--- Supplied material ---

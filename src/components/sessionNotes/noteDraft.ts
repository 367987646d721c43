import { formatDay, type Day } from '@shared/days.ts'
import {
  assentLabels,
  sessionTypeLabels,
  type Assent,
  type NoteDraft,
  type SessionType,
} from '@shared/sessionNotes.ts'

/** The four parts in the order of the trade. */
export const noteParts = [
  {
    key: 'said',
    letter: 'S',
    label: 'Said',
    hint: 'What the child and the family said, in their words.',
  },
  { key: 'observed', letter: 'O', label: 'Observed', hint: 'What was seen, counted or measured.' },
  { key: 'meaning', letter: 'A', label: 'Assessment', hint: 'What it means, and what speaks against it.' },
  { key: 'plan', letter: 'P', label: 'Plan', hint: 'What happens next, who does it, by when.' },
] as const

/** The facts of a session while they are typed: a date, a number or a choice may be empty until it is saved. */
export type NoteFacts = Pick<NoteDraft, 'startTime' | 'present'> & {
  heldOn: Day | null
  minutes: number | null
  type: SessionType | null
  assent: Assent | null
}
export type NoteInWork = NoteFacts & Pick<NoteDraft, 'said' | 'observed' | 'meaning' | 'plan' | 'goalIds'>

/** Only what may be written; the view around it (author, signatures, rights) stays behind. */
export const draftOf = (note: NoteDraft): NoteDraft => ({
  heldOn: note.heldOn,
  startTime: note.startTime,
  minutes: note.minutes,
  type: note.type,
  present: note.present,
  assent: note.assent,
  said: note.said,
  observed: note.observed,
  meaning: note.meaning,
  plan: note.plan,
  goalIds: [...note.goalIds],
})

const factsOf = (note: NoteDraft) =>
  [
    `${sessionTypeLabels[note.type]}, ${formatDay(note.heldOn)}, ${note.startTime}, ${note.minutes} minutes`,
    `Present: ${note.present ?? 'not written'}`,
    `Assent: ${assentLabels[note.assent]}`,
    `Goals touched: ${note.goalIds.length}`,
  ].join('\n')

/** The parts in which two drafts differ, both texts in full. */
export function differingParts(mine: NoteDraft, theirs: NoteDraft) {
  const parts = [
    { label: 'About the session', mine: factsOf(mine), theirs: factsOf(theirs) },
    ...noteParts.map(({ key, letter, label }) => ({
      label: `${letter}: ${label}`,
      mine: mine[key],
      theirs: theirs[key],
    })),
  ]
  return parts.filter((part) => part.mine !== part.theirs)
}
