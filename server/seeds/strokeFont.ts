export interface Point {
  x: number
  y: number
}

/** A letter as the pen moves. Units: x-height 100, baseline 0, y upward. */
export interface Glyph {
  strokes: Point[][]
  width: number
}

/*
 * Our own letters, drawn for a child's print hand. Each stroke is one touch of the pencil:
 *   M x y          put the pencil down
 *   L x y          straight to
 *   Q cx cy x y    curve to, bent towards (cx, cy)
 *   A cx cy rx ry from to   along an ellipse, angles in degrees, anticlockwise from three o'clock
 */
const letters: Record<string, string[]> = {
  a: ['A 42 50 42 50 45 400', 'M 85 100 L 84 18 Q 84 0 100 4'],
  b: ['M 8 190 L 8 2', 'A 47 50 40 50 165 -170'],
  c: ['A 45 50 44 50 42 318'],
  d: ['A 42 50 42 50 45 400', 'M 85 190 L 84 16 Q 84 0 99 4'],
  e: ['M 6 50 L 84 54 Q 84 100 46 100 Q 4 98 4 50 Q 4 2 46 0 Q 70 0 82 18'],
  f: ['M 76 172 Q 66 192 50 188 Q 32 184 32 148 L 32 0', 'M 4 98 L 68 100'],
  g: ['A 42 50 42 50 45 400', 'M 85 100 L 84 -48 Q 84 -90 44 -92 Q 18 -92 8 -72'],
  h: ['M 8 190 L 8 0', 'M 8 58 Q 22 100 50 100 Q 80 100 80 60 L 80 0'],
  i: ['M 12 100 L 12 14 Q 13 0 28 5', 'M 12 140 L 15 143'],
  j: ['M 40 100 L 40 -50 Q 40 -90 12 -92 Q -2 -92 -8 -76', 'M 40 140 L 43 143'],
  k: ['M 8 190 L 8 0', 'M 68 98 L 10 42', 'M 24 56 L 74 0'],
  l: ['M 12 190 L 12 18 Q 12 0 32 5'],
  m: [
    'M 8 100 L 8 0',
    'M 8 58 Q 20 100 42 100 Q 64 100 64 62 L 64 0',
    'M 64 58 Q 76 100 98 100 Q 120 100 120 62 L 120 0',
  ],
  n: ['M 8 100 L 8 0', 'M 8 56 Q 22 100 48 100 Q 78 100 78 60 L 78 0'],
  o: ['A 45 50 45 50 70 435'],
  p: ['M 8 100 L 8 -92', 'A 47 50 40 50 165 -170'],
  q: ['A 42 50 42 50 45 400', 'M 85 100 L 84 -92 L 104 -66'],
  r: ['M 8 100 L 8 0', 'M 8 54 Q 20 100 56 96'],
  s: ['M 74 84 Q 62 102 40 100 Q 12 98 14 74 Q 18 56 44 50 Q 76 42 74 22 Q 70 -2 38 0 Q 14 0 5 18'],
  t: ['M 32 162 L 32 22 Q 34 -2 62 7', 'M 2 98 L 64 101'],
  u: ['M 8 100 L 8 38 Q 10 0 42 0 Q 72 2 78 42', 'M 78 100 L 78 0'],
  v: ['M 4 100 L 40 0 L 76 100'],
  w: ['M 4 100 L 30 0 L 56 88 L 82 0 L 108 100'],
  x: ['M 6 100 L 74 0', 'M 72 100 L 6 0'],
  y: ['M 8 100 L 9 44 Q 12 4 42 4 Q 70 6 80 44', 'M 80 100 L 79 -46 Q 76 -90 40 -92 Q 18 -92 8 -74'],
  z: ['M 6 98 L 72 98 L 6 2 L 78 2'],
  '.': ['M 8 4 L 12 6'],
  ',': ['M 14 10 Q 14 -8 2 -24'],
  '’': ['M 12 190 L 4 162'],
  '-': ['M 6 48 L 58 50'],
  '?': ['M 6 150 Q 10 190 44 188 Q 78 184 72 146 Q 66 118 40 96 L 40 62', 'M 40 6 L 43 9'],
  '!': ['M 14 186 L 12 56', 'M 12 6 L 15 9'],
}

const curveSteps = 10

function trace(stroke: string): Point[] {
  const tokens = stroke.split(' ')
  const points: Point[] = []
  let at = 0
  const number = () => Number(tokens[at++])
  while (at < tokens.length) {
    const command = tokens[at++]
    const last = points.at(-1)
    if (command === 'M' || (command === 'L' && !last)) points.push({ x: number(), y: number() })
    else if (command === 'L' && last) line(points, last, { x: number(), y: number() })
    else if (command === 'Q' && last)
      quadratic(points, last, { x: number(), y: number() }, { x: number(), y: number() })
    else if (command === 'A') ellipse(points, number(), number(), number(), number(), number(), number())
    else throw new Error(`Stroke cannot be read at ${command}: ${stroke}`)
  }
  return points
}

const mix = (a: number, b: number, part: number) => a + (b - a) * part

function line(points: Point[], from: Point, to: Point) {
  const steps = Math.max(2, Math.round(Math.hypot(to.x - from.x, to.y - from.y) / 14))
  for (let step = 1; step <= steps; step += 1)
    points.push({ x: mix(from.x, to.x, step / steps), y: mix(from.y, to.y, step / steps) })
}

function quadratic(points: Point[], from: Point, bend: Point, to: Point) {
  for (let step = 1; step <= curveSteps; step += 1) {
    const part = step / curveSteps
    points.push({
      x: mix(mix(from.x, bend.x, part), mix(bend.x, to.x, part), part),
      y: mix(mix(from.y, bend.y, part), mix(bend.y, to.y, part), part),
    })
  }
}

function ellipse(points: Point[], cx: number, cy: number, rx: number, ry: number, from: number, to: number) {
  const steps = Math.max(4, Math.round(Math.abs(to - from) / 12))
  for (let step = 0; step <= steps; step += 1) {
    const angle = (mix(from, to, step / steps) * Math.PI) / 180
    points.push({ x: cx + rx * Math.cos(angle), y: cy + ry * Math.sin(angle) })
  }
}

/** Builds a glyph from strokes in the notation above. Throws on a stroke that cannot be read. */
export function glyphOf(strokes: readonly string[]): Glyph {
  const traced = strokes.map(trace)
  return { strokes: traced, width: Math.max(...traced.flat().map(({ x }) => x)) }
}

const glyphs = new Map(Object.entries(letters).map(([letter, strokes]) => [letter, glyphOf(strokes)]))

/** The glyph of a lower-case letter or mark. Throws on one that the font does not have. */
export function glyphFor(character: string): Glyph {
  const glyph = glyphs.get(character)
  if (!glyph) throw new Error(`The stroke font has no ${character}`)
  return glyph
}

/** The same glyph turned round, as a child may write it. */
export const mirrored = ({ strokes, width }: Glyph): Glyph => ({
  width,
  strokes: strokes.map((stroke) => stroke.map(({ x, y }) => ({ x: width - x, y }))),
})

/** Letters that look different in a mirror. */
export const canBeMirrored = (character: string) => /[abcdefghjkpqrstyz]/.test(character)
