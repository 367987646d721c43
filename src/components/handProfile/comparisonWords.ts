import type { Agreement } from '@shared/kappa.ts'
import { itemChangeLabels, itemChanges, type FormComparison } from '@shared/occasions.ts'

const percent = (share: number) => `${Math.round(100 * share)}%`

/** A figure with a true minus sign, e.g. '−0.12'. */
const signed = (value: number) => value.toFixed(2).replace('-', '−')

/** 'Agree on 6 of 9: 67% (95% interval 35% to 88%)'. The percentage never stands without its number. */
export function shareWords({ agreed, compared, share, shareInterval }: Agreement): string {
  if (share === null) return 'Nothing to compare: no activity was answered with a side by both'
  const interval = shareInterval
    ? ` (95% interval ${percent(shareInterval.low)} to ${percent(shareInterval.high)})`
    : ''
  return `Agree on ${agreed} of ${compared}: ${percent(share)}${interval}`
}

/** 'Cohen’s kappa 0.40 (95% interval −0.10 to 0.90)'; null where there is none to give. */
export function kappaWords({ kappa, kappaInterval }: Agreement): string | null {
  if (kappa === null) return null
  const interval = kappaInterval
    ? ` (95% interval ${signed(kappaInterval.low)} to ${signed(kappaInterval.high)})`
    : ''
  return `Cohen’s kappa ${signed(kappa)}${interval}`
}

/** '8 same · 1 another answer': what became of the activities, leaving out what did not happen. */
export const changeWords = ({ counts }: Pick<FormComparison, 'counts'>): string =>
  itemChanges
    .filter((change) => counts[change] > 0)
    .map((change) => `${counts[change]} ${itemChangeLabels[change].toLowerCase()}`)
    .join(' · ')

---

Output the lines above between the one holding "minutes: number | null" and the one holding "stays behind. */", inclusive, with nothing before or after them.

Solved exercise
  minutes: number | null
  type: SessionType | null
  assent: Assent | null
}
export type NoteInWork = NoteFacts & Pick<NoteDraft, 'said' | 'observed' | 'meaning' | 'plan' | 'goalIds'>

/** Only what may be written; the view around it (author, signatures, rights) stays behind. */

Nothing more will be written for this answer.